**Activity**. Write out the listing below word for word.

**Raw data**.
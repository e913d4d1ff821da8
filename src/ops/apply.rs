//! Running one operation over a stored version and recording the result: the new version (as
//! canonical CSV), a step of kind `operation`, and its provenance — the row map as runs, every
//! changed cell with its old and new value, and every dropped input row with its reason. Provenance grows with what changed, not with
//! the number of rows: a cell operation that changes 10 cells of a million rows records 10 cell
//! changes and one run.
//!
//! Like intake, nothing is referenced before everything succeeded: the input is re-hashed as it
//! is read (a damaged object stops the step), the output objects are made durable, then one
//! transaction records the step, the version, its provenance and the audit entry.

use std::io::{self, Read};
use std::path::Path;

use serde_json::json;

use std::collections::HashMap;

use xxhash_rust::xxh3::Xxh3;

use super::date::{parse_date, DateProblem};
use super::number::parse_amount;
use super::predicate::Predicate;
use super::{KeepWhich, OnError, Operation};
use crate::clock;
use crate::error::{Error, ErrorKind, Result};
use crate::hash::Hash;
use crate::intake::{self, validate_dataset_name, IngestOptions, Prepared, PreparedIngest};
use crate::model::Dialect;
use crate::model::{Agent, LineageKind, RowRun, StepKind, Version};
use crate::provenance::{ChangeLog, DropLog};
use crate::refs;
use crate::store::{NewStep, NewVersion, Store};
use crate::table::write::{canonical_dialect, CanonicalWriter, Written};
use crate::table::{for_each_record, RawRecord, ReadSettings};

/// What `sluice clean` was asked to do.
#[derive(Debug, Clone)]
pub struct ApplyOptions {
    pub op: Operation,
    pub reason: String,
    /// Record the result as a version of this dataset instead of the input's.
    pub output_dataset: Option<String>,
    pub agent: Agent,
    /// For `map`: a table file to take in as part of the same step (recorded only if the map
    /// succeeds), with the intake options for it.
    pub map_table_file: Option<(std::path::PathBuf, IngestOptions)>,
    /// Recompute a recorded step instead of recording a new one (replay): the expected
    /// output and provenance hashes. Nothing is written to the database; an output object
    /// missing from the store is restored when the recomputed bytes have its hash.
    pub replay: Option<ReplayCheck>,
    /// The recorded step this one repeats on other data (`replay --onto`).
    pub repeats: Option<i64>,
}

/// What a replayed step is expected to give.
#[derive(Debug, Clone)]
pub struct ReplayCheck {
    pub output_hash: String,
    pub provenance_hash: Option<String>,
}

/// What an apply did.
#[derive(Debug, Clone)]
pub enum ApplyOutcome {
    Recorded {
        input: Version,
        version: Version,
        step_id: i64,
        n_changed: u64,
        /// Changed cells per column, in column order (columns with none left out).
        changed_by_column: Vec<(String, u64)>,
        n_dropped: u64,
        n_noted: u64,
        /// A table file taken in with the step (`map --table FILE`), as `name (hash)`.
        table_taken_in: Option<String>,
    },
    /// A recorded step computed again (replay): what it gave, against what was recorded.
    Replayed {
        input: Version,
        /// The hash of the bytes computed now.
        output_hash: String,
        n_rows: u64,
        matches: bool,
        /// The provenance object computed now has the recorded hash (or both have none).
        provenance_matches: bool,
        /// The output object was missing and has been restored from the computed bytes.
        restored: bool,
    },
    /// The result equals the latest version of the target dataset: nothing was recorded.
    /// `notes` are what the step would have noted on cells (e.g. values `number` could not
    /// read and kept), so that the user still learns of them.
    Unchanged {
        input: Version,
        version: Version,
        notes: Vec<(u64, String, String)>,
    },
}

/// A reader that hashes what passes through it.
struct Checked<R> {
    inner: R,
    hasher: blake3::Hasher,
    progress: crate::progress::Task,
}

impl<R: Read> Read for Checked<R> {
    fn read(&mut self, buf: &mut [u8]) -> io::Result<usize> {
        let n = self.inner.read(buf)?;
        self.hasher.update(&buf[..n]);
        self.progress.add(n as u64);
        Ok(n)
    }
}

pub fn apply(store: &mut Store, reference: &str, opts: &ApplyOptions) -> Result<ApplyOutcome> {
    let input = refs::resolve(&store.lineage, reference)?;
    match apply_to(store, input, opts, Mode::Record)? {
        Done::Outcome(o) => Ok(o),
        Done::Deferred(_) => {
            Err(ErrorKind::Internal("a step meant to be recorded was deferred".into()).into())
        }
    }
}

/// Computes the step `opts` describes on `input` and makes its output objects durable, but
/// records nothing: the result is what one transaction needs to record it later
/// ([`insert_pending`]), together with other steps (a revert records a whole chain at once).
/// `input` may itself be pending: a version whose objects are in the store but whose row in
/// the database is still to be written, marked by a negative id ([`pending_version`]).
pub fn compute(store: &mut Store, input: Version, opts: &ApplyOptions) -> Result<Pending> {
    match apply_to(store, input, opts, Mode::Defer)? {
        Done::Deferred(p) => Ok(p),
        Done::Outcome(_) => Err(ErrorKind::Internal("a deferred step was recorded".into()).into()),
    }
}

/// Whether a computed step is recorded at once or handed back to be recorded later.
#[derive(Debug, Clone, Copy, PartialEq, Eq)]
pub(super) enum Mode {
    Record,
    Defer,
}

/// What a computed step became.
pub(super) enum Done {
    Outcome(ApplyOutcome),
    Deferred(Pending),
}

**Your response**.
repository e913d4d1ff821da8
filename src/ops/apply.rs
//! Running one operation over a stored version and recording the result: the new version (as
//! canonical CSV), a step of kind `operation`, and its provenance — the row map as runs, every
//! changed cell with its old and new value, and every dropped input row with its reason. Provenance grows with what changed, not with
//! the number of rows: a cell operation that changes 10 cells of a million rows records 10 cell
//! changes and one run.
//!
//! Like intake, nothing is referenced before everything succeeded: the input is re-hashed as it
//! is read (a damaged object stops the step), the output objects are made durable, then one
//! transaction records the step, the version, its provenance and the audit entry.

use std::io::{self, Read};
use std::path::Path;

use serde_json::json;

use std::collections::HashMap;

use xxhash_rust::xxh3::Xxh3;

use super::date::{parse_date, DateProblem};
use super::number::parse_amount;
use super::predicate::Predicate;
use super::{KeepWhich, OnError, Operation};
use crate::clock;
use crate::error::{Error, ErrorKind, Result};
use crate::hash::Hash;
use crate::intake::{self, validate_dataset_name, IngestOptions, Prepared, PreparedIngest};
use crate::model::Dialect;
use crate::model::{Agent, LineageKind, RowRun, StepKind, Version};
use crate::provenance::{ChangeLog, DropLog};
use crate::refs;
use crate::store::{NewStep, NewVersion, Store};
use crate::table::write::{canonical_dialect, CanonicalWriter, Written};
use crate::table::{for_each_record, RawRecord, ReadSettings};

/// What `sluice clean` was asked to do.
#[derive(Debug, Clone)]
pub struct ApplyOptions {
    pub op: Operation,
    pub reason: String,
    /// Record the result as a version of this dataset instead of the input's.
    pub output_dataset: Option<String>,
    pub agent: Agent,
    /// For `map`: a table file to take in as part of the same step (recorded only if the map
    /// succeeds), with the intake options for it.
    pub map_table_file: Option<(std::path::PathBuf, IngestOptions)>,
    /// Recompute a recorded step instead of recording a new one (replay): the expected
    /// output and provenance hashes. Nothing is written to the database; an output object
    /// missing from the store is restored when the recomputed bytes have its hash.
    pub replay: Option<ReplayCheck>,
    /// The recorded step this one repeats on other data (`replay --onto`).
    pub repeats: Option<i64>,
}

/// What a replayed step is expected to give.
#[derive(Debug, Clone)]
pub struct ReplayCheck {
    pub output_hash: String,
    pub provenance_hash: Option<String>,
}

/// What an apply did.
#[derive(Debug, Clone)]
pub enum ApplyOutcome {
    Recorded {
        input: Version,
        version: Version,
        step_id: i64,
        n_changed: u64,
        /// Changed cells per column, in column order (columns with none left out).
        changed_by_column: Vec<(String, u64)>,
        n_dropped: u64,
        n_noted: u64,
        /// A table file taken in with the step (`map --table FILE`), as `name (hash)`.
        table_taken_in: Option<String>,
    },
    /// A recorded step computed again (replay): what it gave, against what was recorded.
    Replayed {
        input: Version,
        /// The hash of the bytes computed now.
        output_hash: String,
        n_rows: u64,
        matches: bool,
        /// The provenance object computed now has the recorded hash (or both have none).
        provenance_matches: bool,
        /// The output object was missing and has been restored from the computed bytes.
        restored: bool,
    },
    /// The result equals the latest version of the target dataset: nothing was recorded.
    /// `notes` are what the step would have noted on cells (e.g. values `number` could not
    /// read and kept), so that the user still learns of them.
    Unchanged {
        input: Version,
        version: Version,
        notes: Vec<(u64, String, String)>,
    },
}

/// A reader that hashes what passes through it.
struct Checked<R> {
    inner: R,
    hasher: blake3::Hasher,
    progress: crate::progress::Task,
}

impl<R: Read> Read for Checked<R> {
    fn read(&mut self, buf: &mut [u8]) -> io::Result<usize> {
        let n = self.inner.read(buf)?;
        self.hasher.update(&buf[..n]);
        self.progress.add(n as u64);
        Ok(n)
    }
}

pub fn apply(store: &mut Store, reference: &str, opts: &ApplyOptions) -> Result<ApplyOutcome> {
    let input = refs::resolve(&store.lineage, reference)?;
    match apply_to(store, input, opts, Mode::Record)? {
        Done::Outcome(o) => Ok(o),
        Done::Deferred(_) => {
            Err(ErrorKind::Internal("a step meant to be recorded was deferred".into()).into())
        }
    }
}

/// Computes the step `opts` describes on `input` and makes its output objects durable, but
/// records nothing: the result is what one transaction needs to record it later
/// ([`insert_pending`]), together with other steps (a revert records a whole chain at once).
/// `input` may itself be pending: a version whose objects are in the store but whose row in
/// the database is still to be written, marked by a negative id ([`pending_version`]).
pub fn compute(store: &mut Store, input: Version, opts: &ApplyOptions) -> Result<Pending> {
    match apply_to(store, input, opts, Mode::Defer)? {
        Done::Deferred(p) => Ok(p),
        Done::Outcome(_) => Err(ErrorKind::Internal("a deferred step was recorded".into()).into()),
    }
}

/// Whether a computed step is recorded at once or handed back to be recorded later.
#[derive(Debug, Clone, Copy, PartialEq, Eq)]
pub(super) enum Mode {
    Record,
    Defer,
}

/// What a computed step became.
pub(super) enum Done {
    Outcome(ApplyOutcome),
    Deferred(Pending),
}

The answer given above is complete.